■ **Aim of the exercise**
Go through each line of the records below and count those with the word "UNTIL"; give only the total.

■ **Data extract**
────────────────────

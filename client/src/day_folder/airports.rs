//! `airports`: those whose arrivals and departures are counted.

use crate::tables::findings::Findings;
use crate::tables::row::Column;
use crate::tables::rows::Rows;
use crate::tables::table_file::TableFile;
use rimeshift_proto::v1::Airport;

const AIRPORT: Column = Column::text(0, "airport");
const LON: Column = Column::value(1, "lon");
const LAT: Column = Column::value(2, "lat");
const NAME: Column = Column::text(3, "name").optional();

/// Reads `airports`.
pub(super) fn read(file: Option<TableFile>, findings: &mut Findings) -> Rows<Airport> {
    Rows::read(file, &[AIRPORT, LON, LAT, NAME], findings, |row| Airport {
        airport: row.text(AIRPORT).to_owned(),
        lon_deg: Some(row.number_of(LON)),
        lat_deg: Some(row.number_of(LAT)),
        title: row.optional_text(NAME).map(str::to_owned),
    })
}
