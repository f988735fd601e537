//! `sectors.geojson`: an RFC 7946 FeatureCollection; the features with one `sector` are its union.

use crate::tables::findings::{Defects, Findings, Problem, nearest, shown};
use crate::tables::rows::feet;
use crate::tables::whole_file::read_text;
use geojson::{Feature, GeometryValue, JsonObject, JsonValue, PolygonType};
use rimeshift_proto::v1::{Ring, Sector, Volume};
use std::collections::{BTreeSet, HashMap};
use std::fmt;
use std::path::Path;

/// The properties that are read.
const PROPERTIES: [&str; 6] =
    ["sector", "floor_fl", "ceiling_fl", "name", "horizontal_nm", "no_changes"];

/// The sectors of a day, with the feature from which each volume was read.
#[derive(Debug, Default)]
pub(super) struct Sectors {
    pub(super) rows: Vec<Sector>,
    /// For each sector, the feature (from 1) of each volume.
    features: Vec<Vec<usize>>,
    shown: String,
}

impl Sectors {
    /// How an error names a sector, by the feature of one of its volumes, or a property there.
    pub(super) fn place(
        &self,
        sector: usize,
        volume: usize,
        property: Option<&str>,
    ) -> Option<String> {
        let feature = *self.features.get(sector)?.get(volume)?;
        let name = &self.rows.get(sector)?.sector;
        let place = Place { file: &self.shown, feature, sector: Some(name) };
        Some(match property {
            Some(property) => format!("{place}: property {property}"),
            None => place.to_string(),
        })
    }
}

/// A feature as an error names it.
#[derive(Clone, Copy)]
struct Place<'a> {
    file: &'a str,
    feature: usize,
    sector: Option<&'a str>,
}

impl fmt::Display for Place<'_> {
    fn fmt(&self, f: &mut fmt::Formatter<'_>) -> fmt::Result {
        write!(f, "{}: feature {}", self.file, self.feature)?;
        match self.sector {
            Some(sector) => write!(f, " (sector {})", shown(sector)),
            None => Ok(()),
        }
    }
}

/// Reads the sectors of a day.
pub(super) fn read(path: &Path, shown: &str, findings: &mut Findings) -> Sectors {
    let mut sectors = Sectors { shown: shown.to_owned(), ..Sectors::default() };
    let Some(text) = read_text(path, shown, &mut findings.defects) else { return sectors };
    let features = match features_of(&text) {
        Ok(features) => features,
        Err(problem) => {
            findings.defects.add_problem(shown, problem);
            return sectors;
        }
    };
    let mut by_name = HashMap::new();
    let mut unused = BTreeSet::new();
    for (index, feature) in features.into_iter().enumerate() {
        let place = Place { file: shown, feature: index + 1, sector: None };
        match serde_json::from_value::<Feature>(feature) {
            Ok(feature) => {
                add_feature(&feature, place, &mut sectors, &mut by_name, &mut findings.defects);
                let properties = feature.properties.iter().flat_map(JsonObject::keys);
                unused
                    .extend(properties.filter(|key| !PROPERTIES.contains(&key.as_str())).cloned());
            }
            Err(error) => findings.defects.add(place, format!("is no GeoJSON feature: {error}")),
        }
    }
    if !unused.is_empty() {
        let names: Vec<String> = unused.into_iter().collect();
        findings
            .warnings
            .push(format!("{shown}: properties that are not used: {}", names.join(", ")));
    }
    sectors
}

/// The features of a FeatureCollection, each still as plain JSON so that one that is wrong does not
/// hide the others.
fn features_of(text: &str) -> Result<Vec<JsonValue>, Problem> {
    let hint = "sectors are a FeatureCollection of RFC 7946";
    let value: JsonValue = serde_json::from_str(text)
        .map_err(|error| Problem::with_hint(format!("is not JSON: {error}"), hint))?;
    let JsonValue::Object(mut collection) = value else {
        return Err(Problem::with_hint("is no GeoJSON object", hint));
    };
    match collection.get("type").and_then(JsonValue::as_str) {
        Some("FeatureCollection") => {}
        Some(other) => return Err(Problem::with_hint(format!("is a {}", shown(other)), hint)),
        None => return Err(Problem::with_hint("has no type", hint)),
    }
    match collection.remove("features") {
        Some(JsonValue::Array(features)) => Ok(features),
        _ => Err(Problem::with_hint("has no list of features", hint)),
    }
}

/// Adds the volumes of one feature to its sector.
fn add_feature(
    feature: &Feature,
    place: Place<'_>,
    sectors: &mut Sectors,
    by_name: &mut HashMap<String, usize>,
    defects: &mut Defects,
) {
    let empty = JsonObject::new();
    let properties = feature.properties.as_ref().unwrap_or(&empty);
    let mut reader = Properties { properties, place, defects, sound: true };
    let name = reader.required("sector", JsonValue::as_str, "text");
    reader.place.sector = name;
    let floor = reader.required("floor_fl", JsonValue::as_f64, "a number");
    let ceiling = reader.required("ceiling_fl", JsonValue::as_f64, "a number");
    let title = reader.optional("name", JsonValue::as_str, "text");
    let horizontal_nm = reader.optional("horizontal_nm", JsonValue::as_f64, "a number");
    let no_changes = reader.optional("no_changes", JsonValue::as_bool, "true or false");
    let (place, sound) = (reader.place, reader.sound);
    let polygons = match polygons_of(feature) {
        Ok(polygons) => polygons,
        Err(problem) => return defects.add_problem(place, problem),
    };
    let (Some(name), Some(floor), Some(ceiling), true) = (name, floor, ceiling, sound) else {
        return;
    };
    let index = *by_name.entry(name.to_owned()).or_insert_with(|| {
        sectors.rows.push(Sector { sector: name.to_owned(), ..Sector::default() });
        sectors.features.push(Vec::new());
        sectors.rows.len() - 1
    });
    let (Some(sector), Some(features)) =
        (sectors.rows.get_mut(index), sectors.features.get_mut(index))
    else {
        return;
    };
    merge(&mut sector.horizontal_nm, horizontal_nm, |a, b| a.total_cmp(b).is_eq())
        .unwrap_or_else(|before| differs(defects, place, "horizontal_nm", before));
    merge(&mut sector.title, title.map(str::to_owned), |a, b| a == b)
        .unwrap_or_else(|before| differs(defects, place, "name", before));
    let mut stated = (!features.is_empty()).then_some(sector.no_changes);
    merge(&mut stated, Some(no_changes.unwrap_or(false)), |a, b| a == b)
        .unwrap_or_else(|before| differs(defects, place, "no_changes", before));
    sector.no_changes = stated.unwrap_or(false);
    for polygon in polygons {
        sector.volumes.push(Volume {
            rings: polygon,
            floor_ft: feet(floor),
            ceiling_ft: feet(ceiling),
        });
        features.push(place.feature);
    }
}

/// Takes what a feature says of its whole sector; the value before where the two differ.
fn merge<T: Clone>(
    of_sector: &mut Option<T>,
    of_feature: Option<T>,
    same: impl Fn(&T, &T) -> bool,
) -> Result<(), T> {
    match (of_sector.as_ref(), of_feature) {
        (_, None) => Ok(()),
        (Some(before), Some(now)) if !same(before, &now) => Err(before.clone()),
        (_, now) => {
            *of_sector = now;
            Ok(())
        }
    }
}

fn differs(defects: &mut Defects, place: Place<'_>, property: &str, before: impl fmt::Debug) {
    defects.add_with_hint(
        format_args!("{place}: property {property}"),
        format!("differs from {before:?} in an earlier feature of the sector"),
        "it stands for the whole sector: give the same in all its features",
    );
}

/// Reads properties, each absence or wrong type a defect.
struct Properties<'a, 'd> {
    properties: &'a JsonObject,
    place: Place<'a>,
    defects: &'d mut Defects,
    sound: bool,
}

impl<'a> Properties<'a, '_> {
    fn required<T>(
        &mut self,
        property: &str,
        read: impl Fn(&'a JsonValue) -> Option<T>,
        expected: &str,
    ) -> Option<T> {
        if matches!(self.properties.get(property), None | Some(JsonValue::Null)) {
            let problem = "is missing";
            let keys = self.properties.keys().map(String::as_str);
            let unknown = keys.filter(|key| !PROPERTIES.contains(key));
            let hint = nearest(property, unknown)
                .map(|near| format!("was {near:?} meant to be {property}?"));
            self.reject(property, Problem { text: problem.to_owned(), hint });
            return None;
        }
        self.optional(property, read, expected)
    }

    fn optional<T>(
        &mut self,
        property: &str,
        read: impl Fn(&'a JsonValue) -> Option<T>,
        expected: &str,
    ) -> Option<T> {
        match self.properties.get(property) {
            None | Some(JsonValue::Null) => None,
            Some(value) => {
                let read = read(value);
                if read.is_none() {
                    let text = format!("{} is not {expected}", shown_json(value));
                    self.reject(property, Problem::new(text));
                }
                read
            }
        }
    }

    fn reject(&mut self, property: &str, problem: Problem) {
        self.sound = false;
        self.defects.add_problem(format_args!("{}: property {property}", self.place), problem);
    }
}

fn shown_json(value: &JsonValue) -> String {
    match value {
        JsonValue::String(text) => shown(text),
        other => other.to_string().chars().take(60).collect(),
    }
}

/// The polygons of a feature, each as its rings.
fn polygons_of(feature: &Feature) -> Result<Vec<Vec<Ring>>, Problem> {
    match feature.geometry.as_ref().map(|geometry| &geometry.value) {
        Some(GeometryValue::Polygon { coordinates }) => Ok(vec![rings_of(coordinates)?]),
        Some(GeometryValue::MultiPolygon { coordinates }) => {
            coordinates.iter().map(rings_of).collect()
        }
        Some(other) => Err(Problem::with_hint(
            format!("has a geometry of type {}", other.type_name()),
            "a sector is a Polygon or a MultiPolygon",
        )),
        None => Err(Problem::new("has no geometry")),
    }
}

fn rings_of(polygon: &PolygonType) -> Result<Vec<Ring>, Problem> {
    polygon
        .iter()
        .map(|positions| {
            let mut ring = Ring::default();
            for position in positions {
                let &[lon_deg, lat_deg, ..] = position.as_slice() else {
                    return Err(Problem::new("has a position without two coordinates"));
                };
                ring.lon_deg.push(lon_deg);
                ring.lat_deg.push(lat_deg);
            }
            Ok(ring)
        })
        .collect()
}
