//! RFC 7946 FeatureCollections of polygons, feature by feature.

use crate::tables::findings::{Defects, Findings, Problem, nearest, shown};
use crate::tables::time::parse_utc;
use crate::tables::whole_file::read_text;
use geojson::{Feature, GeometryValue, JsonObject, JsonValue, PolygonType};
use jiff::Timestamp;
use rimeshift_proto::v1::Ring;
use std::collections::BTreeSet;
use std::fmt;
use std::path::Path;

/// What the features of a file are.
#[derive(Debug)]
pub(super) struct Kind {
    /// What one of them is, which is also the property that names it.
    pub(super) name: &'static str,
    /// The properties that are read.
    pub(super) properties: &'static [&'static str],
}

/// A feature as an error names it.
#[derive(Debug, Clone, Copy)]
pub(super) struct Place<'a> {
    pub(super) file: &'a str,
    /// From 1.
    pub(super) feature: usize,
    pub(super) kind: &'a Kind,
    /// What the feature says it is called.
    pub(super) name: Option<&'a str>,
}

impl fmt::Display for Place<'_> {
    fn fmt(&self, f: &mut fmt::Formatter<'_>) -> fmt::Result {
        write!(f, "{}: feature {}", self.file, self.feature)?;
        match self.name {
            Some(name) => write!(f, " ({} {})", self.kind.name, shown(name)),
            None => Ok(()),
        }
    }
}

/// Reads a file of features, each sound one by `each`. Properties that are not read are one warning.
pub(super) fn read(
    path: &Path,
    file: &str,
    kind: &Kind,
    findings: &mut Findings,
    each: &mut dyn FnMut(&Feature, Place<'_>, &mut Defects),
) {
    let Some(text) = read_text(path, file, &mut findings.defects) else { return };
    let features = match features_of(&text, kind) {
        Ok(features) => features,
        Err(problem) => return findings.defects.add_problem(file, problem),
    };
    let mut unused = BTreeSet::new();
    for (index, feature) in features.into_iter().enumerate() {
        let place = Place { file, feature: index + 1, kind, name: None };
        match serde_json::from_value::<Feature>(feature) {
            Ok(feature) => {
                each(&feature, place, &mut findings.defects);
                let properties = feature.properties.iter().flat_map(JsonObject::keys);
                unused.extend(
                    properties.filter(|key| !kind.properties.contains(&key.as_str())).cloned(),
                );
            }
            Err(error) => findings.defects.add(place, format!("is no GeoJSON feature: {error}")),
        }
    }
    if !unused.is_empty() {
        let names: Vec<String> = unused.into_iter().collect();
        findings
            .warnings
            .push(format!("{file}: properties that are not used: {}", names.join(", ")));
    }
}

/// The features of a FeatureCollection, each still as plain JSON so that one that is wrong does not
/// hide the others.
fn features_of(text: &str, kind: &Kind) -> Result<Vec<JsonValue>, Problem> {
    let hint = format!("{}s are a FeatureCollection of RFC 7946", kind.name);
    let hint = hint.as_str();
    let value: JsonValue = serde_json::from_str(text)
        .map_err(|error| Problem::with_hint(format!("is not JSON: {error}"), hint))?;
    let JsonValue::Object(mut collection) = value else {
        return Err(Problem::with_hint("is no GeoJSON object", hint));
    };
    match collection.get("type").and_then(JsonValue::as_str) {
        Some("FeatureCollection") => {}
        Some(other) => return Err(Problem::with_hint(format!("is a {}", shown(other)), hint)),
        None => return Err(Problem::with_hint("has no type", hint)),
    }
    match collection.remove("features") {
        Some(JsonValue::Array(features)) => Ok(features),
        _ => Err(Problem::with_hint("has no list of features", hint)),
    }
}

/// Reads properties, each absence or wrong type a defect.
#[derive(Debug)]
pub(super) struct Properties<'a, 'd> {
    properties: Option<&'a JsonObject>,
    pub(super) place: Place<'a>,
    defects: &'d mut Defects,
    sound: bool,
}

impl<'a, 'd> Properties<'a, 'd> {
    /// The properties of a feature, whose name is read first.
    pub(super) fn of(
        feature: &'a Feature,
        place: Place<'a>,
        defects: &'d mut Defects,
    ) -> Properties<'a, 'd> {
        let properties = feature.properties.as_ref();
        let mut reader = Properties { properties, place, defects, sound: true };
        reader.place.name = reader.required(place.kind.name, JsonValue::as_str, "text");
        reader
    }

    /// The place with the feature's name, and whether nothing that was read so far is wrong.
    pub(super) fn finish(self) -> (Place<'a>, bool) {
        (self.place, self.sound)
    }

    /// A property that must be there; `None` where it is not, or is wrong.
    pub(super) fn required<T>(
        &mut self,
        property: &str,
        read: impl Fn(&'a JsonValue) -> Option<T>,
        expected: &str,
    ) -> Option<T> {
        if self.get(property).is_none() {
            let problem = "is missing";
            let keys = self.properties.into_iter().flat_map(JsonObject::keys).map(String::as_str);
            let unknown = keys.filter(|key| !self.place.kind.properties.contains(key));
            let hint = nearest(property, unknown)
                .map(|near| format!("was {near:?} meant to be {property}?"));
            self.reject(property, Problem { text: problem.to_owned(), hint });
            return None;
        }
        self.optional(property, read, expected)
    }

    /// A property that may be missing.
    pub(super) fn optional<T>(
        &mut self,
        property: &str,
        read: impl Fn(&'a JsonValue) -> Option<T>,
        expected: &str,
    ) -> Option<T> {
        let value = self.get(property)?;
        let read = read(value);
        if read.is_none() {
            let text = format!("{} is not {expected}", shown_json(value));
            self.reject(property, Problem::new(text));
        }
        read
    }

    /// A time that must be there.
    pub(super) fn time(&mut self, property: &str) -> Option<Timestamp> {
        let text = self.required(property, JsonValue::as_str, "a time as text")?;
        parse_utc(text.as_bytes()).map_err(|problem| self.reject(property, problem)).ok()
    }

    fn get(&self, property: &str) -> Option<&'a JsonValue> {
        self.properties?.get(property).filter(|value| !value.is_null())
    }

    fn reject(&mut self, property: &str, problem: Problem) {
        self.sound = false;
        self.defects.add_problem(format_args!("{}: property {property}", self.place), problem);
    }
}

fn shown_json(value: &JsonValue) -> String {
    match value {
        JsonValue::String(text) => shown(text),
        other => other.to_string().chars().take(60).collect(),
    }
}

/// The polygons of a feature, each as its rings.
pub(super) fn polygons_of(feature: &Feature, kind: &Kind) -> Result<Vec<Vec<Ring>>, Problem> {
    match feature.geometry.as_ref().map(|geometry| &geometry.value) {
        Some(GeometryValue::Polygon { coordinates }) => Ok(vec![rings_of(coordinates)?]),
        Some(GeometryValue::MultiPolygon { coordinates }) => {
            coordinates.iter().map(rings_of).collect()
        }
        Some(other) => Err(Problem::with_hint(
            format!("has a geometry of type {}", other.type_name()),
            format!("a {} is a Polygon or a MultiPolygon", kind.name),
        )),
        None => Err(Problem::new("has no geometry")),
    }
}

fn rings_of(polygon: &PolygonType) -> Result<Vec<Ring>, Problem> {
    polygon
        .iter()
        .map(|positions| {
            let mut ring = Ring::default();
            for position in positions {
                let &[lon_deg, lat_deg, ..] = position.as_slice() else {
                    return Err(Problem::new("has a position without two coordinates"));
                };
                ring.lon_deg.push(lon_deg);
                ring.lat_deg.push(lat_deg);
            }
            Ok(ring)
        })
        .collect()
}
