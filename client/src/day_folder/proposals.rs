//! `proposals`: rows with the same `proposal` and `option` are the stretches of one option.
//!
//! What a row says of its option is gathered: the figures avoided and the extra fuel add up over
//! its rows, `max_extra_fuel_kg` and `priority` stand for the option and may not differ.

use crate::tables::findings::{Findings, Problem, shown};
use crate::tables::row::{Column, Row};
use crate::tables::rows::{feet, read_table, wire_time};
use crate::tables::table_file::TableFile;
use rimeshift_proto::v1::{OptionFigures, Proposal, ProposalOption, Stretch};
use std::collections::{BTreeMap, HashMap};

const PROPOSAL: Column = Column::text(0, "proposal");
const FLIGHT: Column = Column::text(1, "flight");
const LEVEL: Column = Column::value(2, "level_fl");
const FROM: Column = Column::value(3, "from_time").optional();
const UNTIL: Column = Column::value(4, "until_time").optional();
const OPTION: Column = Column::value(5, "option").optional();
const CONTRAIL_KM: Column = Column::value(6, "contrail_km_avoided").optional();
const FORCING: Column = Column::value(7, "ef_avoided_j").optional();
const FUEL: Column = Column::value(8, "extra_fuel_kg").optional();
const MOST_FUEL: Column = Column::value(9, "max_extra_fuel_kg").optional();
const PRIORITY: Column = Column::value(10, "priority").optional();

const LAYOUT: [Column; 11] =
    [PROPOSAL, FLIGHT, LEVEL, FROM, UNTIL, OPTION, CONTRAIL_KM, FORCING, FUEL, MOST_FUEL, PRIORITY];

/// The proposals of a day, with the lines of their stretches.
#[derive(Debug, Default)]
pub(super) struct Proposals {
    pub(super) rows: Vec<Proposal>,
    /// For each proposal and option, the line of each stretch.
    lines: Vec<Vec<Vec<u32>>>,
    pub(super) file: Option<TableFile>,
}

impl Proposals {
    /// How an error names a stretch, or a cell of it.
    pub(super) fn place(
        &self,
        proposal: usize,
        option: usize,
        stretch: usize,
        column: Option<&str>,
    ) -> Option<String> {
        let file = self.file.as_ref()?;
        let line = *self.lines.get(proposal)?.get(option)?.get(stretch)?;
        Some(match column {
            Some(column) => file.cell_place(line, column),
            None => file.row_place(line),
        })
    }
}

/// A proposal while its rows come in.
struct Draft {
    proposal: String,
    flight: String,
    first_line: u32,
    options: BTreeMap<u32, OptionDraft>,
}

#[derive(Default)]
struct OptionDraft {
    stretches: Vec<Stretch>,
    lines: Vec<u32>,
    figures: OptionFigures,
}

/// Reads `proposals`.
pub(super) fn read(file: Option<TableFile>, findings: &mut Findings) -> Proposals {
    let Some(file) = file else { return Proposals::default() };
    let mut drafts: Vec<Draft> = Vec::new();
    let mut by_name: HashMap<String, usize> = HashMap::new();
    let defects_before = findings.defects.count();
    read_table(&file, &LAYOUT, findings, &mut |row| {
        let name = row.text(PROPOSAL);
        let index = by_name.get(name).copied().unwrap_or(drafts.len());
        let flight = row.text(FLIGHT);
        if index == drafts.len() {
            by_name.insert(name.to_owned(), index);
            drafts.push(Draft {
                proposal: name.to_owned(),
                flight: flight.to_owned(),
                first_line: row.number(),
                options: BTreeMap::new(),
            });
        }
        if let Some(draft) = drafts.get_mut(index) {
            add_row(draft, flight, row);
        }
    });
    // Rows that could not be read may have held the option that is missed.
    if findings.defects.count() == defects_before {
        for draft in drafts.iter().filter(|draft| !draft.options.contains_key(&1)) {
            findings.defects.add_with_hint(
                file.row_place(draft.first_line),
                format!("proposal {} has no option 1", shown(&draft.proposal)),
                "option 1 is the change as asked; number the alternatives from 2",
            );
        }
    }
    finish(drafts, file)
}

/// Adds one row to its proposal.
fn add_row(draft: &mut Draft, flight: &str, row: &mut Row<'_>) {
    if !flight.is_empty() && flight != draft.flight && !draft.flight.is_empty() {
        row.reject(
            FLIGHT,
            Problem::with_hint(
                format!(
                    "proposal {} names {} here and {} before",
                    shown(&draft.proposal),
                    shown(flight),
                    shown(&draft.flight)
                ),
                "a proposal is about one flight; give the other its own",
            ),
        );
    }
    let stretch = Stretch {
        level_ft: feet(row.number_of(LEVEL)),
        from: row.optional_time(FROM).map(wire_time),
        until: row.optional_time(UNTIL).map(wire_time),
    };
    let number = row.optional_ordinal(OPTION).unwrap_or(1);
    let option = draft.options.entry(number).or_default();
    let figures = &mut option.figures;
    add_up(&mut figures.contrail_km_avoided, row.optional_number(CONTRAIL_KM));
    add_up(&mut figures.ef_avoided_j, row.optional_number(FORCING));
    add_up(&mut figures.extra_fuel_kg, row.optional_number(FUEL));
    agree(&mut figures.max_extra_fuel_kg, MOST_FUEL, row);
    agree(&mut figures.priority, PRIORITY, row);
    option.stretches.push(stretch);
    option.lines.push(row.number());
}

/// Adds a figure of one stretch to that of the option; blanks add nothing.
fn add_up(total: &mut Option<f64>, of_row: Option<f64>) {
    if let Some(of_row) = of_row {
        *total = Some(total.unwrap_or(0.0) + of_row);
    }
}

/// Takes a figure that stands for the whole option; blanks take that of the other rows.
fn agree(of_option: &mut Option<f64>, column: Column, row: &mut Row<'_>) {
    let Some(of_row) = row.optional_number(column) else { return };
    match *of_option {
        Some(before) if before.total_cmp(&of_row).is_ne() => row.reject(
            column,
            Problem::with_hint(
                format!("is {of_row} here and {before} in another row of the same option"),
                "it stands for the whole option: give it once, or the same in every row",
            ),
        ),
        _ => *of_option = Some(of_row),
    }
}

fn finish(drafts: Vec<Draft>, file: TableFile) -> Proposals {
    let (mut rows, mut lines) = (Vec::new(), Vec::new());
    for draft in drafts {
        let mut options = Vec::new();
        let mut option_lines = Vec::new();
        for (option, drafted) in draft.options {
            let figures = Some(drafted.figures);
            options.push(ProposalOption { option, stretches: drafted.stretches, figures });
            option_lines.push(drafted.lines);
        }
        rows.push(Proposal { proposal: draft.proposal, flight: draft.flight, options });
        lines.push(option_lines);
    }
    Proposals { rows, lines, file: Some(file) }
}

────────────────────

■ **Exercise response**
3